▶

import { and, asc, desc, eq, gt, lte, sql } from 'drizzle-orm';
import { diffFields, writeDemoAuditAt } from '../../lib/audit';
import { sqlUtc } from '../../lib/audit/hash';
import { roleLabels } from '../../lib/auth/roles';
import { addBusinessDays, makeCalendar } from '../../lib/clocks/business-days';
import { addDays } from '../../lib/clocks/dates';
import { reportDueOn } from '../../lib/complaints/deadline';
import { type ComplaintRow, complaintAuditFields, complaintKind } from '../../lib/complaints/kind';
import { type ComplainantKind, type IntakeChannel, isNonDefectCategory, reportKindFor } from '../../lib/complaints/labels';
import { draftLetterHtml } from '../../lib/complaints/letter';
import { formatRecordNumber } from '../../lib/records/number-format';
import { numberPrefixes } from '../../lib/records/types';
import { planEvent, resolveSnapshot } from '../../lib/records/workflow';
import { loadRelated, signedContentOf } from '../../lib/records/write-path';
import { signatureContentHash, signatureManifestHash } from '../../lib/signatures/hash';
import type { SignatureMeaning } from '../../lib/signatures/meanings';
import { type ComplaintEventType, complaintMachine } from '../../workflows/complaint';
import type { ComplaintState } from '../../workflows/states';
import type { Tx } from '../../db/client';
import { batches, capsuleDefects, complaints, deviations, products, recordLinks, signatures, siteClosures, stateHistory, users } from '../../db/schema';
import { mulberry32, randomInt } from './prng';
import { companyName } from './scenario';

/*
 * Demo complaints, July to November 2026, as Brackwater would have received them: pharmacies,
 * distributors and consumers (invented people, addresses on example domains), about cracked, empty,
 * light, stuck-together and discoloured capsules, an odour, foreign matter and suspected reactions.
 * The trend a reviewer should find: Magnesium Glycinate draws the most complaints; one Ashwagandha lot
 * drew three complaints of empty capsules in September; one suspected reaction to Turmeric was serious
 * (a hospital stay) and was reported to FDA within the 15 business days of 21 U.S.C. 379aa-1; a piece
 * of foreign matter in the compounded naltrexone led to a field alert within 3 working days
 * (21 CFR 314.81(b)(1)); and the last weeks hold complaints in every state, one serious reaction
 * with its report still due.
 *
 * Each step is checked against the complaint machine with the demo user who took it and written as
 * the write path writes it (state history, audit entries old → new, signatures), dated when it
 * happened. Numbers CMP-2026-0001... go in order of receipt through the record counter, so the next
 * live complaint continues the sequence. Lots are picked from the seeded batches by rule (the newest
 * shipped lot of the product made at least a week before receipt), so the data follows the scenario.
 */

◀

* _Task requirements_: Look over the listing above. Pick out and copy every line that includes "batches".

* _Answer section_:
import { batches, capsuleDefects, complaints, deviations, products, recordLinks, signatures, siteClosures, stateHistory, users } from '../../db/schema';
 * live complaint continues the sequence. Lots are picked from the seeded batches by rule (the newest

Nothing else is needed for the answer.